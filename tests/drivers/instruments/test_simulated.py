"""A simulated instrument turns the loopback's own channel, within limits, and back to what is safe."""

from __future__ import annotations

import threading
import time

import numpy as np
import pytest
from pydantic import ValidationError

from drivers.contract import InstrumentLost, Interrupted, OpenFailed, OutOfLimits
from drivers.instruments.simulated import SimulatedInstrument, SimulatedSection
from drivers.links.loopback import LoopbackLink, LoopbackSection

NEVER = threading.Event()


def simulated(**changed: object) -> SimulatedInstrument:
    keys: dict[str, object] = {"knob": "attenuation_db", "limits": [0, 60], "safe": 60, **changed}
    return SimulatedInstrument(SimulatedSection.model_validate(keys))


def noisy_loopback() -> LoopbackLink:
    channel = {"model": "awgn", "modulation": "bpsk", "ebn0_db": 30, "seed": 4}
    return LoopbackLink(LoopbackSection.model_validate({"channel": channel}))


def share_wrong(link: LoopbackLink) -> float:
    data = np.zeros(20_000, dtype=np.uint8)
    with link:
        link.send(memoryview(data), 1.0)
        back = np.empty(20_000, dtype=np.uint8)
        assert link.receive(memoryview(back), 1.0) == 20_000
    return float(np.bitwise_count(back).sum()) / 160_000


def test_the_error_ratio_of_the_link_follows_it() -> None:
    link = noisy_loopback()
    instrument = simulated()
    instrument.attach(link, [])
    with instrument:
        assert instrument.apply(10, NEVER).reading == 10
        assert share_wrong(link) == 0
        instrument.apply(30, NEVER)
        # BPSK at Eb/N0 of 0 dB: 0.0786; six standard deviations are 0.004.
        assert abs(share_wrong(link) - 0.0786) < 0.004
        instrument.make_safe()
        instrument.make_safe()
        assert instrument.read() == 60
        assert abs(share_wrong(link) - 0.5) < 0.03


def test_it_keeps_within_its_limits() -> None:
    instrument = simulated()
    instrument.attach(noisy_loopback(), [])
    with instrument:
        for wrong in (float("nan"), -1, 60.5):
            with pytest.raises(OutOfLimits):
                instrument.apply(wrong, NEVER)
        assert instrument.read() == 0


def test_settling_is_cut_short_by_cancelling() -> None:
    instrument = simulated(settle_s=60)
    instrument.attach(noisy_loopback(), [])
    cancel = threading.Event()
    threading.Timer(0.1, cancel.set).start()
    began = time.monotonic()
    with instrument, pytest.raises(Interrupted):
        instrument.apply(5, cancel)
    assert time.monotonic() - began < 30


def test_a_knob_that_is_not_there_is_named_with_its_neighbours() -> None:
    instrument = simulated(knob="attenuation_bd", quantity="attenuation", unit="dB")
    instrument.attach(noisy_loopback(), [])
    with pytest.raises(OpenFailed, match="ebn0_db, attenuation_db") as caught:
        instrument.open()
    assert "attenuation_db" in caught.value.advice
    alone = simulated()
    with pytest.raises(OpenFailed, match="it has none"):
        alone.open()
    with pytest.raises(InstrumentLost):
        alone.read()
    alone.make_safe()


def test_limits_beyond_the_knob_are_refused() -> None:
    instrument = simulated(limits=[0, 300], safe=60)
    instrument.attach(noisy_loopback(), [])
    with pytest.raises(OpenFailed, match="0 to 200"):
        instrument.open()


def test_quantity_and_unit_follow_from_a_knob_that_is_known() -> None:
    section = SimulatedSection.model_validate({"knob": "ebn0_db@2", "limits": [0, 10], "safe": 0})
    assert (section.quantity, section.unit) == ("ebn0", "dB")
    for wrong in (
        {"knob": "colour", "limits": [0, 1], "safe": 0},
        {"knob": "ber", "limits": [0, 1]},
        {"knob": "attenuation_db", "unit": "dBm", "limits": [0, 1], "safe": 0},
    ):
        with pytest.raises(ValidationError):
            SimulatedSection.model_validate(wrong)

What you will do
Whatever the number of entries above, each one is to be copied exactly.

Solution below
filename tests/drivers/instruments/test_simulated.py
"""A simulated instrument turns the loopback's own channel, within limits, and back to what is safe."""

from __future__ import annotations

import threading
import time

import numpy as np
import pytest
from pydantic import ValidationError

from drivers.contract import InstrumentLost, Interrupted, OpenFailed, OutOfLimits
from drivers.instruments.simulated import SimulatedInstrument, SimulatedSection
from drivers.links.loopback import LoopbackLink, LoopbackSection

NEVER = threading.Event()


def simulated(**changed: object) -> SimulatedInstrument:
    keys: dict[str, object] = {"knob": "attenuation_db", "limits": [0, 60], "safe": 60, **changed}
    return SimulatedInstrument(SimulatedSection.model_validate(keys))


def noisy_loopback() -> LoopbackLink:
    channel = {"model": "awgn", "modulation": "bpsk", "ebn0_db": 30, "seed": 4}
    return LoopbackLink(LoopbackSection.model_validate({"channel": channel}))


def share_wrong(link: LoopbackLink) -> float:
    data = np.zeros(20_000, dtype=np.uint8)
    with link:
        link.send(memoryview(data), 1.0)
        back = np.empty(20_000, dtype=np.uint8)
        assert link.receive(memoryview(back), 1.0) == 20_000
    return float(np.bitwise_count(back).sum()) / 160_000


def test_the_error_ratio_of_the_link_follows_it() -> None:
    link = noisy_loopback()
    instrument = simulated()
    instrument.attach(link, [])
    with instrument:
        assert instrument.apply(10, NEVER).reading == 10
        assert share_wrong(link) == 0
        instrument.apply(30, NEVER)
        # BPSK at Eb/N0 of 0 dB: 0.0786; six standard deviations are 0.004.
        assert abs(share_wrong(link) - 0.0786) < 0.004
        instrument.make_safe()
        instrument.make_safe()
        assert instrument.read() == 60
        assert abs(share_wrong(link) - 0.5) < 0.03


def test_it_keeps_within_its_limits() -> None:
    instrument = simulated()
    instrument.attach(noisy_loopback(), [])
    with instrument:
        for wrong in (float("nan"), -1, 60.5):
            with pytest.raises(OutOfLimits):
                instrument.apply(wrong, NEVER)
        assert instrument.read() == 0


def test_settling_is_cut_short_by_cancelling() -> None:
    instrument = simulated(settle_s=60)
    instrument.attach(noisy_loopback(), [])
    cancel = threading.Event()
    threading.Timer(0.1, cancel.set).start()
    began = time.monotonic()
    with instrument, pytest.raises(Interrupted):
        instrument.apply(5, cancel)
    assert time.monotonic() - began < 30


def test_a_knob_that_is_not_there_is_named_with_its_neighbours() -> None:
    instrument = simulated(knob="attenuation_bd", quantity="attenuation", unit="dB")
    instrument.attach(noisy_loopback(), [])
    with pytest.raises(OpenFailed, match="ebn0_db, attenuation_db") as caught:
        instrument.open()
    assert "attenuation_db" in caught.value.advice
    alone = simulated()
    with pytest.raises(OpenFailed, match="it has none"):
        alone.open()
    with pytest.raises(InstrumentLost):
        alone.read()
    alone.make_safe()


def test_limits_beyond_the_knob_are_refused() -> None:
    instrument = simulated(limits=[0, 300], safe=60)
    instrument.attach(noisy_loopback(), [])
    with pytest.raises(OpenFailed, match="0 to 200"):
        instrument.open()


def test_quantity_and_unit_follow_from_a_knob_that_is_known() -> None:
    section = SimulatedSection.model_validate({"knob": "ebn0_db@2", "limits": [0, 10], "safe": 0})
    assert (section.quantity, section.unit) == ("ebn0", "dB")
    for wrong in (
        {"knob": "colour", "limits": [0, 1], "safe": 0},
        {"knob": "ber", "limits": [0, 1]},
        {"knob": "attenuation_db", "unit": "dBm", "limits": [0, 1], "safe": 0},
    ):
        with pytest.raises(ValidationError):
            SimulatedSection.model_validate(wrong)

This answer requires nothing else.